The locales that we can consider “tech deserts” exist in a variety of places. Some of these locations are tech free by choice. Others don’t have access to technology because there is no choice.

 

Tech-Free Vacations

The first type of a tech desert is one that comes out of design. With so many studies showing our technological devices contributing to sleep disorders, anxiety and other problems some people choose to get away.  They intend to unplug completely by vacationing in a place that is devoid of technology.
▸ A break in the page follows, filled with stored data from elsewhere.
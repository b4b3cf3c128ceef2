// The space-harmonic table: waves built by hand come back with their amplitude, direction and
// speed (the decomposition is exact for sampled sinusoids), and a winding's orders turn the way the
// standard theory says.

#include <doctest/doctest.h>

#include <cmath>
#include <complex>
#include <numbers>

#include "mesh/winding.hpp"
#include "post/space_harmonics.hpp"
#include "support/sample_geometry.hpp"

using namespace tf;

namespace {

constexpr double kPi = std::numbers::pi;

/// A 4-pole winding of the sample stator (only its layout and pole pairs are used here).
mesh::Winding sample_winding(int phases) {
  mesh::WindingSpec spec;
  spec.n_phases = phases;
  spec.n_poles = 4;
  spec.n_layers = 2;
  spec.coil_pitch = 5;
  spec.turns_per_coil = 10;
  return mesh::lay_out(spec, testing::semi_closed_stator().stator);
}

}  // namespace

TEST_CASE("space harmonics: forward, backward and pulsating waves built by hand come back exactly") {
  // c_n(t) = F e^{j(wt + a)} + B e^{-j(wt + b)}: the forward wave F cos(n theta - wt - a) and the
  // backward one B cos(n theta + wt + b) (post/gap_field.hpp's phasor convention).
  const mesh::Winding w = sample_winding(3);  // p = 2
  post::StudyResult r;
  const int k_steps = 36, n_max = 12;
  for (int k = 0; k < k_steps; ++k) {
    post::StepResult s;
    s.electrical_angle = 2 * kPi * k / k_steps;
    s.harmonics = Eigen::VectorXcd::Zero(n_max + 1);
    const auto wave = [&](double f, double b) {
      return f * std::polar(1.0, s.electrical_angle + 0.3) + b * std::polar(1.0, -(s.electrical_angle + 1.1));
    };
    s.harmonics(2) = wave(0.8, 0.0);     // the fundamental, forward
    s.harmonics(6) = wave(0.0, 0.1);     // 3rd electrical, backward
    s.harmonics(10) = wave(0.03, 0.03);  // 5th electrical, pulsating
    r.steps.push_back(s);
  }
  r.metrics.mean_fundamental = 0.8;
  const double f = 50.0;
  const auto table = post::space_harmonics(r, w, f);
  REQUIRE(table.size() == static_cast<std::size_t>(n_max));
  const auto& h2 = table[1];
  CHECK(h2.electrical_order == 1.0);
  CHECK(h2.forward == doctest::Approx(0.8).epsilon(1e-12).scale(0));
  CHECK(h2.backward < 1e-12);
  CHECK(post::direction(h2) == "forward");
  CHECK(h2.speed_rpm == doctest::Approx(1500.0).epsilon(1e-12).scale(0));  // 60 f / n = 120 f / (2p)
  const auto& h6 = table[5];
  CHECK(h6.backward == doctest::Approx(0.1).epsilon(1e-12).scale(0));
  CHECK(post::direction(h6) == "backward");
  CHECK(h6.speed_rpm == doctest::Approx(-500.0).epsilon(1e-12).scale(0));  // n_s / 3, backward
  CHECK(h6.relative == doctest::Approx(0.1 / 0.8).epsilon(1e-12).scale(0));
  CHECK(post::direction(table[9]) == "pulsating");
  CHECK(table[9].forward == doctest::Approx(0.03).epsilon(1e-12).scale(0));
  CHECK(post::direction(table[3]) == "none");
  CHECK(h2.winding_factor == doctest::Approx(mesh::layout_winding_factor(w, 0, 2)).epsilon(1e-12).scale(0));
}
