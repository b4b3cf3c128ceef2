// The field files as a viewer meets them: the .pvd collection lists its steps in time order and
// every file it names exists, and each .vtu holds the arrays a reviewer looks for under the
// names the README gives, with one value per node or per triangle.

#include <doctest/doctest.h>

#include <filesystem>
#include <fstream>
#include <iterator>
#include <regex>
#include <string>
#include <vector>

#include <vtkCellData.h>
#include <vtkDataArray.h>
#include <vtkFieldData.h>
#include <vtkStringArray.h>
#include <vtkNew.h>
#include <vtkPointData.h>
#include <vtkUnstructuredGrid.h>
#include <vtkXMLUnstructuredGridReader.h>

#include "post/flux_density.hpp"
#include "post/motion_output.hpp"
#include "post/vtu.hpp"
#include "support/polar_mesh.hpp"

using namespace tf;
namespace fs = std::filesystem;

TEST_CASE("a written collection reads back: increasing times, existing files, named arrays of the right sizes") {
  const mesh::Mesh m = testing::polar_mesh(0.0,
                                           {{0.02, 2, mesh::RegionKind::rotor_iron, "rotor"},
                                            {0.025, 1, mesh::RegionKind::gap, "gap"},
                                            {0.04, 2, mesh::RegionKind::stator_iron, "stator"}},
                                           12);
  const fs::path dir = fs::temp_directory_path() / "turnfield_test_collection";
  fs::remove_all(dir);
  fs::create_directories(dir);
  const post::FieldDrawing drawing = post::field_drawing(m, mesh::Geometry{}, nullptr);
  std::vector<post::CollectionEntry> entries;
  std::vector<Eigen::VectorXd> fields;
  // Close times that print alike with six significant digits must still come out increasing.
  for (int k = 0; k < 3; ++k) {
    Eigen::VectorXd a(m.n_nodes());
    for (int n = 0; n < m.n_nodes(); ++n) a(n) = (k + 1) * 1e-3 * m.nodes(n, 0) + 2e-4 * m.nodes(n, 1);
    const std::string name = "field_000" + std::to_string(k) + ".vtu";
    post::write_field_vtu(dir / name, drawing, a, post::step_metadata(k, 0.1 * k, 0.2 * k, 1000.0 + 1e-5 * k, {1.5 * k, -2.0}));
    entries.push_back({1000.0 + 1e-5 * k, name});
    fields.push_back(a);
  }
  post::write_collection(dir / "field.pvd", entries);

  std::ifstream in(dir / "field.pvd");
  const std::string pvd((std::istreambuf_iterator<char>(in)), std::istreambuf_iterator<char>());
  const std::regex dataset(R"re(<DataSet[^>]*timestep="([^"]+)"[^>]*file="([^"]+)")re");
  std::vector<double> times;
  std::vector<std::string> files;
  for (auto it = std::sregex_iterator(pvd.begin(), pvd.end(), dataset); it != std::sregex_iterator(); ++it) {
    times.push_back(std::stod((*it)[1]));
    files.push_back((*it)[2]);
  }
  REQUIRE(files.size() == 3);
  for (std::size_t i = 1; i < times.size(); ++i) CHECK(times[i] > times[i - 1]);

  for (std::size_t i = 0; i < files.size(); ++i) {
    INFO(files[i]);
    REQUIRE(fs::exists(dir / files[i]));
    vtkNew<vtkXMLUnstructuredGridReader> reader;
    reader->SetFileName((dir / files[i]).c_str());
    reader->Update();
    vtkUnstructuredGrid* grid = reader->GetOutput();
    REQUIRE(grid != nullptr);
    CHECK(grid->GetNumberOfPoints() == m.n_nodes());
    CHECK(grid->GetNumberOfCells() == m.n_triangles());
    vtkDataArray* region = grid->GetCellData()->GetArray("region");
    vtkDataArray* b = grid->GetCellData()->GetArray("B_magnitude_T");
    vtkDataArray* a = grid->GetPointData()->GetArray("A_z_Wb_per_m");
    REQUIRE(region != nullptr);
    REQUIRE(b != nullptr);
    REQUIRE(a != nullptr);
    CHECK(region->GetNumberOfTuples() == m.n_triangles());
    CHECK(b->GetNumberOfTuples() == m.n_triangles());
    CHECK(a->GetNumberOfTuples() == m.n_nodes());
    // Exact: what was written (A in double precision, |B| in single precision).
    const Eigen::MatrixX2d flux = post::flux_density(m, fields[i]);
    for (int t = 0; t < m.n_triangles(); t += 7) {
      CHECK(region->GetTuple1(t) == m.triangle_region(t));
      CHECK(b->GetTuple1(t) == doctest::Approx(flux.row(t).norm()).epsilon(1e-6).scale(0));
    }
    // Field data: the region names by id, and the step's metadata under the CSV columns' names.
    auto* names = vtkStringArray::SafeDownCast(grid->GetFieldData()->GetAbstractArray("region_names"));
    REQUIRE(names != nullptr);
    REQUIRE(names->GetNumberOfValues() == static_cast<vtkIdType>(m.regions.size()));
    for (std::size_t r = 0; r < m.regions.size(); ++r) CHECK(names->GetValue(static_cast<vtkIdType>(r)) == m.regions[r].name);
    const auto number = [&](const char* name) {
      vtkDataArray* v = grid->GetFieldData()->GetArray(name);
      REQUIRE(v != nullptr);
      return v->GetTuple1(0);
    };
    CHECK(number("step") == static_cast<double>(i));
    CHECK(number("electrical_angle_deg") == doctest::Approx(0.1 * i * 180 / 3.14159265358979323846).epsilon(1e-14));  // absolute near 0
    CHECK(number("rotor_angle_deg") == doctest::Approx(0.2 * i * 180 / 3.14159265358979323846).epsilon(1e-14));  // absolute near 0
    CHECK(number("time_s") == doctest::Approx(times[i]).epsilon(1e-11).scale(0));  // the .pvd prints 12 digits
    CHECK(number("current_A_A") == 1.5 * static_cast<double>(i));
    CHECK(number("current_B_A") == -2.0);
    for (int n = 1; n < m.n_nodes(); n += 5) CHECK(a->GetTuple1(n) == doctest::Approx(fields[i](n)).epsilon(1e-14).scale(0));
  }
}
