// The whole machine drawn from a sector model, checked against the whole model solved as such.
// The reference is the symmetry argument of tests/post/test_sector_field.cpp: the copies of an
// anti-periodic sector are the very triangles of the whole mesh, and the field in copy k is the
// model's field times (-1)^k (Salon, "Finite Element Analysis of Electrical Machines", 1995,
// sec. 6.2 on periodic and anti-periodic boundaries; from memory). So after unfolding, every node
// and triangle of the whole model must be found at the same place with the same A_z and B.

#include <cmath>
#include <map>
#include <numbers>
#include <utility>

#include <doctest/doctest.h>

#include "mesh/build.hpp"
#include "post/flux_density.hpp"
#include "post/whole_machine.hpp"
#include "support/sector_machine.hpp"

using namespace tf;

namespace {

/// Positions rounded to 0.1 µm as map keys.
std::pair<long, long> key(const Eigen::Vector2d& p) { return {std::lround(p.x() * 1e7), std::lround(p.y() * 1e7)}; }

Eigen::Vector2d centroid(const Eigen::MatrixX2d& xy, const Eigen::MatrixX3i& tri, int t) {
  return (xy.row(tri(t, 0)) + xy.row(tri(t, 1)) + xy.row(tri(t, 2))).transpose() / 3.0;
}

}  // namespace

TEST_CASE("an anti-periodic quarter model unfolds into the whole model's field, signs applied") {
  const mesh::Geometry g = testing::magnet_machine();
  const mesh::Winding w = testing::magnet_machine_winding(g);
  const auto [full, sector] = testing::full_and_sector(g, w);
  REQUIRE(sector.symmetry.copies == 4);
  REQUIRE(sector.symmetry.anti_periodic);
  const std::vector<double> currents = testing::three_phase_currents(20.0, std::numbers::pi / 6);
  const double pitch = 2 * std::numbers::pi / static_cast<double>(full.sliding.stator_nodes.size());
  for (int shift : {0, 5}) {
    CAPTURE(shift);
    const mesh::Mesh full_drawn = mesh::with_rotor_turned(full, shift * pitch);
    const mesh::Mesh sector_drawn = mesh::with_rotor_turned(sector, shift * pitch);
    const Eigen::VectorXd a_full = testing::linear_field(full, g, w, currents, shift);
    const Eigen::VectorXd a_sector = testing::linear_field(sector, g, w, currents, shift);
    const post::WholeMachine whole = post::unfold(sector_drawn);
    CHECK(whole.n_triangles() == full.n_triangles());
    CHECK(whole.n_nodes() == full.n_nodes());  // the cuts are merged, not drawn twice

    std::multimap<std::pair<long, long>, int> full_node;
    for (int i = 0; i < full.n_nodes(); ++i) full_node.emplace(key(full_drawn.nodes.row(i)), i);
    const Eigen::VectorXd a = post::unfold_nodal(whole, a_sector);
    const double scale = a_full.cwiseAbs().maxCoeff();
    REQUIRE(scale > 1e-4);  // a real field [Wb/m]
    double worst = 0.0;
    int unmatched = 0;
    for (int i = 0; i < whole.n_nodes(); ++i) {
      const auto it = full_node.find(key(whole.nodes.row(i)));
      if (it == full_node.end()) { ++unmatched; continue; }
      worst = std::max(worst, std::abs(a(i) - a_full(it->second)) / scale);
    }
    CHECK(unmatched == 0);
    CHECK(worst < 1e-6);

    std::map<std::pair<long, long>, int> full_triangle;
    for (int t = 0; t < full.n_triangles(); ++t) full_triangle.emplace(key(centroid(full_drawn.nodes, full.triangles, t)), t);
    const Eigen::MatrixX2d b_full = post::flux_density(full_drawn, a_full);
    const Eigen::MatrixX2d b = post::unfold_cell_vectors(whole, post::flux_density(sector_drawn, a_sector));
    const double b_scale = b_full.rowwise().norm().maxCoeff();
    double worst_b = 0.0;
    unmatched = 0;
    for (int t = 0; t < whole.n_triangles(); ++t) {
      const auto it = full_triangle.find(key(centroid(whole.nodes, whole.triangles, t)));
      if (it == full_triangle.end()) { ++unmatched; continue; }
      CHECK(whole.triangle_region(t) >= 0);
      worst_b = std::max(worst_b, (b.row(t) - b_full.row(it->second)).norm() / b_scale);
    }
    CHECK(unmatched == 0);
    CHECK(worst_b < 1e-6);
  }
}

TEST_CASE("the whole model unfolds into itself") {
  const mesh::Geometry g = testing::magnet_machine();
  const mesh::Winding w = testing::magnet_machine_winding(g);
  const mesh::Mesh full = mesh::build(g, {2, false}, {});
  const post::WholeMachine whole = post::unfold(full);
  CHECK(whole.n_triangles() == full.n_triangles());
  CHECK(whole.n_nodes() == full.n_nodes());
  const Eigen::VectorXd a = Eigen::VectorXd::LinSpaced(full.n_nodes(), -1.0, 1.0);
  const Eigen::VectorXd unfolded = post::unfold_nodal(whole, a);
  double worst = 0.0;
  for (int i = 0; i < whole.n_nodes(); ++i) worst = std::max(worst, std::abs(unfolded(i) - a(whole.node_source[i])));
  CHECK(worst == 0.0);
  CHECK((whole.nodes.row(0) - full.nodes.row(whole.node_source[0])).norm() == 0.0);
}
Resorts such as Jade Mountain in St. Lucia or the Travassa Hana in Maui have no televisions, clocks, radios or Internet access. Even talking on a cell phone is not allowed in public. These enforced rules make the resorts as tech-free as you can get, and there are many others just like them. For a price, and usually a pretty large sum per night, you can stay in a tech-free zone for as long as you like. For those who can’t quite make it to an expensive and remote, exotic destination the Greyfield Inn on Cumberland Island, GA offers the same rules when it comes to technology. Those who take the ferry over “have to” enjoy their time without connecting.

 

Tech-free: But Not By Choice

It would be nice if the only people who spent time in a tech desert did so by choice. Unfortunately, this is not always the case. Even with the advent of smartphone technology that gives the user complete Internet access on a miniature computer, there is still a large digital divide. Most people automatically think that this only exists in the developing world. While developing nations do tend to have a larger digital divide than most developed nations, they’re not the only regions with that problem. If we look at the numbers of people in each region using the Internet in 2015, here’s what you would find:

  • The Americas – 66 percent
  • Europe – 77.6 Percent
  • Africa – 20.7 percent
  • Arab States – 30.7 percent
  • Asia an the Pacific – 36.9 percent

We can see that there are plenty of people who are not connected to the Internet or enjoying the benefits of modern-day technologies all over the globe. To put things into perspective, a recent article in the American-Statesman reported that 50,000 people in the city of Austin, TX did not have a computer or know how to access the Internet. These numbers consisted primarily of women over 45 years old who were Latino and came from low-incomes. Given the numbers above, it’s evident that lack of technology is not unique to Austin, TX nor is it a problem of the under-developed nations alone.

 

The Takeaway: In a Highly Connected World, Tech Deserts Exist

Tech deserts exist, even in today’s highly connected world. Escaping to an oasis where you can truly unplug, however, is much different than going without the benefits of technology. Thankfully, the digital divide gap continues to close thanks to the efforts of many who help these underserved areas with recycled computers, or the efforts of large companies like Google who try to provide remote locations with Internet access.